И выразительно смотрит на Лонли-Локли. Триша тоже глядит на него во все глаза, в надежде, что у нее получился не менее красноречивый взгляд.

– Что, попался, сэр Шурф? – смеется Макс. – Единственное существо, над которым ты можешь безнаказанно измываться, – это я. По счастью, мы с тобой не одни во Вселенной. А то бы ты, пожалуй, совсем зажрался.

– Ну, если всем присутствующим хочется весь вечер слушать столь скверного рассказчика…

– Хочется! – хором объявляют присутствующие. – Еще как хочется!
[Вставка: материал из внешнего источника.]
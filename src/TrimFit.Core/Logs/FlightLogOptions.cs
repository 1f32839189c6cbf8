namespace TrimFit.Core.Logs;

/// <summary>What a <see cref="FlightLog"/> knows beside its columns.</summary>
public sealed record FlightLogOptions
{
    /// <summary>Absolute time of the log's zero; null when unknown.</summary>
    public DateTimeOffset? StartUtc { get; init; }

    /// <summary>Time of day of the log's zero when no date is known; follows from <see cref="StartUtc"/> when that is given.</summary>
    public TimeSpan? StartTimeOfDay { get; init; }

    /// <summary>Unit of the brake channels.</summary>
    public ControlUnit BrakeUnit { get; init; } = ControlUnit.Fraction;

    /// <summary>Unit of the trimmer channels.</summary>
    public ControlUnit TrimmerUnit { get; init; } = ControlUnit.Fraction;

    /// <summary>Delay of the gyro behind the GPS, s, when the import found one.</summary>
    public double GyroDelaySec { get; init => field = Guard.Finite(value); }
}
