namespace TrimFit.Core.Logs;

/// <summary>The unit in which a brake or trimmer was logged; it stays as logged, since travel and fraction need not be proportional.</summary>
public enum ControlUnit
{
    /// <summary>Fraction 0 to 1 of the travel (logged in percent or 0 to 1).</summary>
    Fraction,
    /// <summary>Travel in metres (logged in mm, cm, m or inches).</summary>
    Meter,
    /// <summary>Counts of a sensor without a scale.</summary>
    Count,
}
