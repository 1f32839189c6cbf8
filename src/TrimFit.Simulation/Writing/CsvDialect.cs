using System.Collections.Immutable;
using TrimFit.Core;

namespace TrimFit.Simulation;

/// <summary>How a CSV log is written. The default is comma, point decimals, UTF-8, one header row, elapsed seconds.</summary>
public sealed record CsvDialect
{
    /// <summary>Separator between cells.</summary>
    public char Separator { get; init; } = ',';

    /// <summary>Whether numbers have a comma for the decimal mark.</summary>
    public bool DecimalComma { get; init; }

    /// <summary>Encoding of the text.</summary>
    public CsvEncoding Encoding { get; init; } = CsvEncoding.Utf8;

    /// <summary>End of a line.</summary>
    public string NewLine { get; init; } = "\n";

    /// <summary>Lines written before the header.</summary>
    public ImmutableArray<string> Preamble { get; init; } = [];

    /// <summary>How columns are named.</summary>
    public CsvHeader Header { get; init; } = CsvHeader.NameAndUnit;

    /// <summary>How time is written.</summary>
    public CsvTime Time { get; init; } = CsvTime.ElapsedSeconds;

    /// <summary>Whether numbers carry every digit they have instead of those a logger would write.</summary>
    public bool EveryDigit { get; init; }

    /// <summary>What stands in a cell without a value.</summary>
    public string Missing { get; init; } = "";

    /// <summary>Whether each row ends with a separator.</summary>
    public bool TrailingSeparator { get; init; }

    /// <summary>Whether rows hold one value each: time, channel, value.</summary>
    public bool LongFormat { get; init; }

    /// <summary>The header comes again after this many rows, as after a restart; 0 for never.</summary>
    public int RepeatHeaderEvery { get; init => field = (int)Guard.NotNegative(value); }

    /// <summary>Seconds added to this logger's clock.</summary>
    public double ClockOffsetSec { get; init => field = Guard.Finite(value); }
}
– Ради такого дела я, пожалуй, испеку сырный пирог с лунным изюмом, – добавляет Франк. – Это, да будет тебе известно, большая редкость. Время от времени я приношу из своих странствий корзинку спелого винограда. Половину съедает Триша, ее доля – это святое, зато остаток я аккуратно раскладываю на деревянном блюде и по вечерам выношу в сад – если ночь обещает быть сухой. И убираю в ларь сразу после захода луны. Большая часть ягод от такого обращения портится, но получить несколько лунных изюминок с каждой грозди мне все же удается. На одну запеканку в год набирается, и она, поверь мне, стоит таких хлопот.